Activity — Find the word "CsvParseException" in the listing, and copy out each line where it turns up.

Exercise inputs —
______________________________
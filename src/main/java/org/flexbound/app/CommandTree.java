package org.flexbound.app;

import picocli.CommandLine;
import picocli.CommandLine.Command;
import picocli.CommandLine.Model.CommandSpec;
import picocli.CommandLine.ParameterException;
import picocli.CommandLine.Spec;

/** Puts the commands together. */
final class CommandTree {
  private CommandTree() {}

  /** The whole command line, printing to a terminal. */
  static CommandLine make(Terminal terminal) {
    CommandLine root = new CommandLine(new Root());
    root.addSubcommand("reduce", new ReduceCommand(terminal))
        .addSubcommand("compare", new CompareCommand(terminal))
        .addSubcommand("update", new UpdateCommand(terminal))
        .addSubcommand("check", new CheckCommand(terminal))
        .addSubcommand("recheck", new RecheckCommand(terminal))
        .addSubcommand("trend", new TrendCommand(terminal))
        .addSubcommand("template", new TemplateCommand(terminal))
        .addSubcommand("convert", new ConvertCommand(terminal))
        .addSubcommand("completion", new CompletionCommand(terminal));
    return root;
  }

  @Command(
      name = "flexbound",
      mixinStandardHelpOptions = true,
      versionProvider = Version.class,
      sortOptions = false,
      synopsisSubcommandLabel = "COMMAND",
      description = {
        "",
        "Turns the readings of a static load test into flexibility coefficients with their "
            + "uncertainties, says whether the test can be trusted, compares it with a frame "
            + "model, and finds the smallest change of joint and section stiffnesses that makes "
            + "the model agree, with what the data cannot tell.",
        ""
      },
      commandListHeading = "%nCommands:%n",
      footer = {
        "",
        "First steps:",
        "  flexbound template my-test           a blank workbook, a small example to run",
        "  flexbound reduce my-test/log.xlsx    coefficients from the readings alone",
        "  flexbound update my-test/study.json  the model made to agree, with a report",
        "",
        "Exit codes:",
        "  0  done",
        "  1  an acceptance limit failed",
        "  2  the command line is wrong",
        "  3  input refused: its content, or a file that it names is missing",
        "  4  a fault of the program",
        "  5  done, but undecided, not converged, misfits even at best or not validated",
        "  6  the system would not let the program read or write",
        "Where several apply, the first of 6, 4, 2, 3, 1, 5, 0."
      })
  private static final class Root implements Runnable {
    @Spec
    @SuppressWarnings("NullAway.Init") // picocli sets it before run() is called
    private CommandSpec spec;

    @Override
    public void run() {
      throw new ParameterException(spec.commandLine(), "no command given");
    }
  }
}
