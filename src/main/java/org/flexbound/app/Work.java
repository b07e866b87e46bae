package org.flexbound.app;

import java.nio.file.Path;
import java.util.Objects;

/** The steps of the commands that read a test. */
final class Work {
  private final Terminal terminal;
  private final OutputOptions output;

  Work(Terminal terminal, OutputOptions output) {
    this.terminal = terminal;
    this.output = output;
  }

  ExitCode reduce(Path log) {
    return refuse(log);
  }

  ExitCode compare(Path study) {
    return refuse(study);
  }

  ExitCode update(Path study) {
    return refuse(study);
  }

  private ExitCode refuse(Path file) {
    Objects.requireNonNull(output.folder);
    terminal.err().println("flexbound: reading " + file + " is not supported yet");
    return ExitCode.COMMAND_LINE;
  }
}
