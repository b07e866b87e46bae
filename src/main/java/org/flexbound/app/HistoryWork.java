package org.flexbound.app;

import java.io.IOException;
import java.io.PrintWriter;
import java.io.UncheckedIOException;
import java.nio.file.Files;
import java.nio.file.Path;
import java.util.ArrayList;
import java.util.List;
import java.util.Locale;
import java.util.stream.Stream;
import org.flexbound.acceptance.AcceptanceFinding;
import org.flexbound.acceptance.KeptTest;
import org.flexbound.acceptance.Trend;
import org.flexbound.document.OutputFolder;
import org.flexbound.finding.Findings;
import org.flexbound.finding.Outcome;
import org.flexbound.finding.Refusal;
import org.flexbound.finding.Where;
import org.flexbound.report.ReportFiles;
import org.flexbound.report.ResultsJson;
import org.flexbound.report.Rounded;
import org.flexbound.report.gather.HistoryPart;
import org.flexbound.report.results.Results;
import org.flexbound.report.results.TrendPoint;
import org.flexbound.report.results.TrendResults;
import org.flexbound.report.results.TrendSeries;

/** The steps of the commands that read results back. */
final class HistoryWork {
  private final Terminal terminal;
  private final OutputOptions output;

  HistoryWork(Terminal terminal, OutputOptions output) {
    this.terminal = terminal;
    this.output = output;
  }

  /** Reads the results that a later test is held against. */
  static Results baseline(Path file) {
    String name = String.valueOf(file.getFileName());
    Findings findings = new Findings();
    if (!Files.isRegularFile(file)) {
      findings.add(
          AcceptanceFinding.BASELINE, Where.file(name), "the file is not there: " + file);
      throw new Refusal(findings.list());
    }
    try {
      return ResultsJson.parse(Files.readAllBytes(file));
    } catch (IllegalArgumentException notResults) {
      findings.add(
          AcceptanceFinding.BASELINE, Where.file(name), String.valueOf(notResults.getMessage()));
      throw new Refusal(findings.list());
    } catch (IOException unreadable) {
      throw new UncheckedIOException(unreadable);
    }
  }

  ExitCode trend(Path folder, int baseline) {
    Findings findings = new Findings();
    List<KeptTest> tests = new ArrayList<>();
    String title = "";
    String latest = "";
    for (Path file : files(folder)) {
      String name = folder.relativize(file).toString().replace('\\', '/');
      try {
        Results results = ResultsJson.parse(Files.readAllBytes(file));
        tests.add(HistoryPart.kept(name, results));
        if (results.test().date().compareTo(latest) >= 0) {
          latest = results.test().date();
          title = results.title();
        }
      } catch (IllegalArgumentException notResults) {
        findings.add(
            AcceptanceFinding.HISTORY_FILE,
            Where.file(name),
            String.valueOf(notResults.getMessage()));
      } catch (IOException unreadable) {
        throw new UncheckedIOException(unreadable);
      }
    }
    Outcome<Trend> made = Trend.of(tests, baseline);
    findings.addAll(made.findings());
    findings.refuseIfErrors();
    Trend trend = made.value().orElseThrow(() -> new Refusal(findings.list()));
    TrendResults results = HistoryPart.trend(trend, title, findings.list());
    OutputFolder out = new OutputFolder(output.folder);
    ReportFiles.addTrend(out, results, output.units);
    List<Path> written = out.write();
    print(results, findings, written);
    return ExitCode.DONE;
  }

  /** The results in a folder: its own .json files and the results.json of its folders, by name. */
  private static List<Path> files(Path folder) {
    if (!Files.isDirectory(folder)) {
      Findings findings = new Findings();
      findings.add(
          AcceptanceFinding.BASELINE, Where.file(folder.toString()), "the folder is not there");
      throw new Refusal(findings.list());
    }
    try (Stream<Path> inside = Files.list(folder)) {
      List<Path> files = new ArrayList<>();
      for (Path path : inside.sorted().toList()) {
        String name = String.valueOf(path.getFileName()).toLowerCase(Locale.ROOT);
        if (Files.isDirectory(path)) {
          if (Files.isRegularFile(path.resolve("results.json"))) {
            files.add(path.resolve("results.json"));
          }
        } else if (name.endsWith(".json") && !name.equals("trend.json")) {
          files.add(path);
        }
      }
      return files;
    } catch (IOException unreadable) {
      throw new UncheckedIOException(unreadable);
    }
  }

  private void print(TrendResults results, Findings findings, List<Path> written) {
    PrintWriter out = terminal.out();
    out.println(terminal.bold(PlainText.of(results.title())));
    out.println(
        "  "
            + results.tests().size()
            + " tests from "
            + results.tests().get(0).date()
            + " to "
            + results.tests().get(results.tests().size() - 1).date()
            + ", baseline the first "
            + results.baseline());
    out.println();
    out.println(terminal.bold("Outside of the limits"));
    TextTable table =
        new TextTable().text("coefficient or parameter").text("date").number("value")
            .number("lower").number("upper").text("unit").text("");
    for (TrendSeries s : results.series()) {
      double reach = (s.upper() - s.lower()) / 6;
      for (TrendPoint p : s.outside()) {
        table.row(
            s.name(),
            p.date(),
            number(s, p.value(), reach),
            number(s, s.lower(), reach),
            number(s, s.upper(), reach),
            factor(s) ? "× nominal" : output.units.symbol(s.unit()),
            p.outside() ? "outside" : "jumped");
      }
    }
    if (table.isEmpty()) {
      out.println(terminal.good("  none: every value lies within its limits"));
    } else {
      table.print(out);
    }
    if (!findings.list().isEmpty()) {
      out.println();
      out.println(terminal.bold("Findings"));
      new FindingList(terminal).print(findings.list(), out);
    }
    out.println();
    out.println(terminal.bold("Written"));
    written.forEach(file -> out.println("  " + PlainText.of(file.toString())));
  }

  private static boolean factor(TrendSeries s) {
    return s.kind().equals("parameter") && s.unit().equals("1");
  }

  private String number(TrendSeries s, double si, double reach) {
    return factor(s)
        ? Rounded.value(si, reach)
        : Rounded.value(
            output.units.shown(si, s.unit()), output.units.shown(reach, s.unit()));
  }
}
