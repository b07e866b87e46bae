package org.flexbound.document;

import de.siegmar.fastcsv.reader.CsvParseException;
import de.siegmar.fastcsv.reader.CsvReader;
import de.siegmar.fastcsv.reader.CsvRecord;
import java.io.IOException;
import java.io.InputStream;
import java.util.Arrays;

/**
 * Splits the bytes of a CSV file into records and fields. Records without quotes are split where
 * they lie, without a copy; a record in which a field begins with a quote goes to the library.
 */
final class CsvScanner {
  private static final int NOT_ENDED = -1;

  private final InputStream in;
  private final CsvDialect dialect;
  private final ReadLimits limits;
  private final CsvRow row;
  private final byte separator;
  private final byte lineEnd;
  private byte[] buffer = new byte[1 << 18];
  private int start;
  private int end;
  private boolean ended;
  private int line = 1;
  private int nextLine = 1;
  private long rows;
  private long cells;

  CsvScanner(InputStream in, CsvDialect dialect, ReadLimits limits, CsvRow row) {
    this.in = in;
    this.dialect = dialect;
    this.limits = limits;
    this.row = row;
    this.separator = (byte) dialect.separator();
    this.lineEnd = (byte) dialect.lineEnd();
  }

  /** The quotes of a record do not fit together. */
  static final class BadQuotes extends IOException {
    private static final long serialVersionUID = 1L;

    private final int line;

    BadQuotes(String message, int line) {
      super(message);
      this.line = line;
    }

    /** The line at which the record begins. */
    int line() {
      return line;
    }
  }

  void forEachRow(RowVisitor visitor) throws IOException {
    boolean skip = dialect.statedInFile();
    fill();
    while (start < end) {
      int next = record();
      boolean filled = row.end();
      if (filled && !skip) {
        count();
        if (!visitor.visit(row)) {
          return;
        }
      }
      skip = false;
      start = next;
      line = nextLine;
      if (start >= end && !ended) {
        fill();
      }
    }
  }

  private void count() throws IOException {
    rows++;
    cells += row.width();
    if (rows > limits.rows()) {
      throw new LimitedStream.Passed(LimitedStream.message("rows", limits.rows()));
    }
    if (cells > limits.cells()) {
      throw new LimitedStream.Passed(LimitedStream.message("cells", limits.cells()));
    }
  }

  /** Splits the record at the start; gives where the next one begins. */
  private int record() throws IOException {
    while (true) {
      int next = plain();
      if (next != NOT_ENDED) {
        return next;
      }
      if (ended) {
        throw new IllegalStateException("a record has an end once all is read");
      }
      fill();
    }
  }

  private int plain() throws IOException {
    row.begin(buffer, line);
    int field = start;
    byte[] bytes = buffer;
    int last = end;
    for (int at = start; at < last; at++) {
      byte b = bytes[at];
      if (b == separator) {
        row.field(field, at);
        field = at + 1;
      } else if (b == lineEnd) {
        row.field(field, at);
        nextLine = line + 1;
        return at + 1;
      } else if (b == '"' && at == field) {
        return quoted();
      }
    }
    if (!ended) {
      return NOT_ENDED;
    }
    row.field(field, last);
    return last;
  }

  private int quoted() throws IOException {
    boolean inside = false;
    boolean fieldStart = true;
    int lines = 1;
    for (int at = start; at < end; at++) {
      byte b = buffer[at];
      lines += b == lineEnd ? 1 : 0;
      if (inside) {
        inside = b != '"';
      } else if (b == '"' && (fieldStart || buffer[at - 1] == '"')) {
        inside = true;
      } else if (b == lineEnd) {
        split(at);
        nextLine = line + lines - 1;
        return at + 1;
      }
      fieldStart = !inside && b == separator;
    }
    if (!ended) {
      return NOT_ENDED;
    }
    if (inside) {
      throw new BadQuotes(
          "a quote that begins in this line is never closed; expected a second one", line);
    }
    split(end);
    return end;
  }

  private void split(int recordEnd) throws IOException {
    String text = new String(buffer, start, recordEnd - start, dialect.byteCharset());
    try (CsvReader<CsvRecord> reader =
        CsvReader.builder().fieldSeparator(dialect.separator()).ofCsvRecord(text)) {
      for (CsvRecord record : reader) {
        row.texts(record.getFields().toArray(new String[0]));
        return;
      }
    } catch (CsvParseException mixed) {
      throw new BadQuotes(
          "found text right after a closing quote; expected the separator or the end of the line",
          line);
    }
    row.texts(new String[0]);
  }

  /** Reads on; the record begun moves to the front. */
  private void fill() throws IOException {
    int kept = end - start;
    if (kept > limits.textLength()) {
      throw new LimitedStream.Passed(LimitedStream.message("text-length", limits.textLength()));
    }
    byte[] target = kept > buffer.length / 2 ? Arrays.copyOf(buffer, 2 * buffer.length) : buffer;
    System.arraycopy(buffer, start, target, 0, kept);
    buffer = target;
    start = 0;
    end = kept;
    int n = in.readNBytes(buffer, end, buffer.length - end);
    end += n;
    ended = end < buffer.length;
  }
}
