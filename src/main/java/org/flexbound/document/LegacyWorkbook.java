package org.flexbound.document;

import java.io.IOException;
import java.nio.file.Path;
import java.util.ArrayList;
import java.util.List;
import org.apache.poi.EncryptedDocumentException;
import org.apache.poi.hssf.OldExcelFormatException;
import org.apache.poi.hssf.usermodel.HSSFWorkbook;
import org.apache.poi.poifs.filesystem.POIFSFileSystem;
import org.apache.poi.ss.usermodel.Workbook;
import org.flexbound.finding.Findings;
import org.flexbound.finding.Outcome;
import org.flexbound.finding.Where;

/** An .xls workbook (65 536 rows at most), held in memory. */
final class LegacyWorkbook implements SheetFile {
  private final String name;
  private final List<Sheet> sheets;

  private LegacyWorkbook(String name, List<Sheet> sheets) {
    this.name = name;
    this.sheets = List.copyOf(sheets);
  }

  static Outcome<SheetFile> open(Path file, String name, ReadLimits limits, Findings findings) {
    Where whole = Where.file(name);
    try (POIFSFileSystem system = new POIFSFileSystem(file.toFile(), true)) {
      if (system.getRoot().hasEntry("EncryptedPackage")) {
        findings.add(
            DocumentFinding.PROTECTED, whole, "the workbook is encrypted and asks for a password");
        return Outcome.none(findings.list());
      }
      try (Workbook workbook = new HSSFWorkbook(system)) {
        if (workbook.getNumberOfSheets() > limits.sheets()) {
          findings.add(
              DocumentFinding.LIMIT, whole, LimitedStream.message("sheets", limits.sheets()));
          return Outcome.none(findings.list());
        }
        if (system.getRoot().hasEntry("_VBA_PROJECT_CUR")) {
          findings.add(
              DocumentFinding.MACROS, whole, "the workbook holds macros; they were not run");
        }
        List<Sheet> sheets = new ArrayList<>();
        for (int i = 0; i < workbook.getNumberOfSheets(); i++) {
          boolean hidden = workbook.isSheetHidden(i) || workbook.isSheetVeryHidden(i);
          sheets.add(new LegacySheet(name, workbook.getSheetAt(i), hidden));
        }
        return Outcome.of(new LegacyWorkbook(name, sheets), findings.list());
      }
    } catch (EncryptedDocumentException encrypted) {
      findings.add(
          DocumentFinding.PROTECTED, whole, "the workbook is encrypted and asks for a password");
    } catch (OldExcelFormatException old) {
      findings.add(
          DocumentFinding.UNREADABLE,
          whole,
          "found a workbook in a format older than 1997; expected .xlsx");
    } catch (IOException | RuntimeException damaged) {
      findings.add(
          DocumentFinding.UNREADABLE,
          whole,
          "found a compound file that is not a whole .xls workbook; expected a workbook (.xlsx)");
    }
    return Outcome.none(findings.list());
  }

  @Override
  public String name() {
    return name;
  }

  @Override
  public List<Sheet> sheets() {
    return sheets;
  }

  @Override
  public void close() {
    // everything was read at opening
  }
}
______________________________
Your solution —
import de.siegmar.fastcsv.reader.CsvParseException;
    } catch (CsvParseException mixed) {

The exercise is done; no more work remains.